第4話


 仕方なく、眞子とのことを打ち明けた。


「――お前の母さんと結婚する前の話だ。2年ぐらい付き合ってた。大学時代に六本木のスナックでアルバイトしてる時に出会って――」


「どうしてその人と結婚しなかったの?」


 また、嫌味かよ。……ったく。隆雄は腹の中で舌打ちした。


「……他に好きな人ができて」


「それが母さん?」


「ああ……いや」


 どこまで追及する気だ。昔の話じゃないか。


「お母さんとは何番目に知り合ったの?」


 刑事に取り調べられてるみたいだった。


「んと、……次の次の次かな」


「お母さんと会う前に、誰かさんと結婚してたら、私はこの世に生まれてなかったわけだ」


 容赦ようしゃなかった。


「……お前をこの世に授けてほしかったからお母さんと結婚したんだろ?」


 口から出任せにしては、我ながら惚れ惚れする台詞せりふじゃん。隆雄は自画自賛した。


「……ホントに?」


 ほら、友季子の機嫌が直ったじゃん。

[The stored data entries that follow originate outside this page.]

package identify

import (
	"math"
	"sort"

	"gainwright/tune/trace"
)

// observation says what the samples are: the speed itself, its mean over a
// window, or the position counted so far.
type observation int

const (
	instant observation = iota
	windowMean
	position
)

// span is a run of samples behind one initial state. Samples that are masked
// without a break lie inside it and are listed in skip.
type span struct {
	from, to int   // samples of the stretch
	skip     []int // indices in [from, to) that are not used
	steady   bool  // starts at rest under the voltage before it: no free state
	used     int
}

// stretch is one gap-free piece of a trace, prepared for fitting.
type stretch struct {
	trace  int     // index among the traces fitted together
	first  int     // sample of the trace at which it starts
	lag    float64 // s after the trace's first sample at which it starts
	drive  *drive
	y      []float64
	spans  []span
	obs    observation
	window float64
	held   []heldRun // position only: where the rounding of the counts stands still
}

// heldRun is a run of samples of a stretch in which the counts advance by the same
// number every time, none included: their rounding error is then one and the same.
type heldRun struct{ from, to int }

// heldLeast is the shortest run that counts as held; heldMost how many of the
// longest are given an offset of their own.
const (
	heldLeast = 8
	heldMost  = 6
)

// findHeld lists the held runs of a position record, the longest heldMost of them
// in the order of time.
func (s *stretch) findHeld(quantum float64) {
	for from := 0; from+1 < len(s.y); {
		to := from + 2
		for to < len(s.y) && math.Abs(s.y[to]-2*s.y[to-1]+s.y[to-2]) < 1e-6*quantum {
			to++
		}
		if to-from >= heldLeast {
			s.held = append(s.held, heldRun{from, to})
		}
		from = max(to-1, from+1)
	}
	sort.SliceStable(s.held, func(i, j int) bool { return s.held[i].to-s.held[i].from > s.held[j].to-s.held[j].from })
	s.held = s.held[:min(len(s.held), heldMost)]
	sort.Slice(s.held, func(i, j int) bool { return s.held[i].from < s.held[j].from })
}

// heldIn lists the held runs that begin in a span.
func (s *stretch) heldIn(sp span) []heldRun {
	var out []heldRun
	for _, h := range s.held {
		if h.from >= sp.from && h.from < sp.to {
			out = append(out, h)
		}
	}
	return out
}

// stretches cuts a trace at its gaps and, inside each piece, at the masks behind
// which the motor's state is not known.
func stretches(tr *trace.Trace, number int, obs observation, steadyStart bool) []*stretch {
	var out []*stretch
	n := tr.Len()
	for from := 0; from < n; {
		to := from + 1
		for to < n && tr.At(to) != trace.Gap {
			to++
		}
		if to-from >= 3 {
			if s := newStretch(tr, number, from, to, obs, steadyStart && from == 0); len(s.spans) > 0 {
				out = append(out, s)
			}
		}
		from = to
	}
	return out
}

func newStretch(tr *trace.Trace, number, from, to int, obs observation, steadyStart bool) *stretch {
	n := to - from
	s := &stretch{trace: number, first: from, lag: tr.Time[from] - tr.Time[0], obs: obs, window: tr.Window}
	if obs == windowMean && tr.Window == 0 {
		s.obs = instant
	}
	t, u := make([]float64, n), make([]float64, n)
	s.y = make([]float64, n)
	for i := 0; i < n; i++ {
		t[i] = tr.Time[from+i] - tr.Time[from]
		if obs == position {
			s.y[i] = tr.Counts[from+i] * tr.RadPerCount
		} else {
			s.y[i] = tr.Speed[from+i]
		}
		// u[i] holds from t[i] on.
		if tr.Hold == trace.From {
			u[i] = tr.Voltage[from+i]
		} else if i+1 < n {
			u[i] = tr.Voltage[from+i+1]
		} else {
			u[i] = tr.Voltage[from+i]
		}
	}
	s.drive = newDrive(t, u, tr.Voltage[from])
	if obs == position {
		s.findHeld(tr.RadPerCount)
	}
	s.cut(tr, steadyStart)
	return s
}

// spanLeast is the fewest used samples that are worth a free initial state.
const spanLeast = 8

func (s *stretch) cut(tr *trace.Trace, steadyStart bool) {
	n := len(s.y)
	breaks := func(i int) bool { m := tr.At(s.first + i); return m.Breaks() && !(m == trace.Gap && i == 0) }
	for i := 0; i < n; {
		if breaks(i) {
			i++
			continue
		}
		sp := span{from: i, steady: steadyStart && i == 0}
		for i < n && !breaks(i) {
			if tr.At(s.first+i) != trace.Used {
				sp.skip = append(sp.skip, i)
			}
			i++
		}
		sp.to = i
		// The window of the first sample behind a restart reaches into what is
		// not known.
		if !sp.steady && s.obs == windowMean && (len(sp.skip) == 0 || sp.skip[0] != sp.from) {
			sp.skip = append([]int{sp.from}, sp.skip...)
		}
		sp.used = sp.to - sp.from - len(sp.skip)
		if sp.used >= spanLeast {
			s.spans = append(s.spans, sp)
		}
	}
}
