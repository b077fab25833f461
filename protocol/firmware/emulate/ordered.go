package emulate

import (
	"bufio"
	"encoding/binary"
	"fmt"
	"io"
	"os"
	"os/exec"
	"testing"
	"time"
)

// ordered is a program that takes orders on its standard input, five bytes each,
// and answers each with a length and so many bytes: host/host.c says which.
type ordered struct {
	in  io.Writer
	out *bufio.Reader
}

func startOrdered(t testing.TB, name string, args ...string) *ordered {
	t.Helper()
	cmd := exec.Command(name, args...)
	cmd.Stderr = os.Stderr
	in, out, err := begin(cmd)
	if err != nil {
		t.Fatal(err)
	}
	t.Cleanup(func() {
		in.Close()
		_ = cmd.Wait() // the end of its input ends it, one way or another
		out.Close()
	})
	return &ordered{in: in, out: bufio.NewReader(out)}
}

// begin starts a program with pipes for its standard input and output. The pipes
// block: with a million short orders to a test the thread that waits for an answer
// costs much less than the runtime's looking for another that could run.
func begin(cmd *exec.Cmd) (in, out *os.File, err error) {
	theirIn, in, err := os.Pipe()
	if err != nil {
		return nil, nil, err
	}
	defer theirIn.Close()
	out, theirOut, err := os.Pipe()
	if err != nil {
		in.Close()
		return nil, nil, err
	}
	defer theirOut.Close()
	in.Fd() // makes it block
	out.Fd()
	cmd.Stdin, cmd.Stdout = theirIn, theirOut
	if err = cmd.Start(); err != nil {
		in.Close()
		out.Close()
	}
	return in, out, err
}

func (p *ordered) order(op byte, arg uint32, payload []byte) ([]byte, error) {
	msg := append(binary.LittleEndian.AppendUint32([]byte{op}, arg), payload...)
	if _, err := p.in.Write(msg); err != nil {
		return nil, fmt.Errorf("emulate: the board is gone: %w", err)
	}
	var head [4]byte
	if _, err := io.ReadFull(p.out, head[:]); err != nil {
		return nil, fmt.Errorf("emulate: the board is gone: %w", err)
	}
	n := binary.LittleEndian.Uint32(head[:])
	if n == 0 {
		return nil, nil
	}
	reply := make([]byte, n)
	_, err := io.ReadFull(p.out, reply)
	return reply, err
}

func (p *ordered) receive(b []byte) error {
	_, err := p.order('B', uint32(len(b)), b)
	return err
}

func (p *ordered) step(d time.Duration) ([]byte, error) {
	return p.order('R', uint32(d/time.Microsecond), nil)
}

func (p *ordered) restart() error {
	_, err := p.order('X', 0, nil)
	return err
}

func (p *ordered) hand() error {
	_, err := p.order('H', 0, nil)
	return err
}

やりーっ。


「ああ、ホントさ」


 父親としての威厳をキープできたかも。クッ。隆雄は安堵あんどした。


「……お父さん」


 和らいだ表情で友季子が見た。


「あいよ。さて、夕食は新宿でして、そろそろ家に帰るか」


「ダメだよ、まだ。もっとかせごう」


 なんだよ、さっきのしおらしさは。一瞬にして、本来のじゃじゃ馬に戻るんだから。別れたお前の母さんとそっくりだ。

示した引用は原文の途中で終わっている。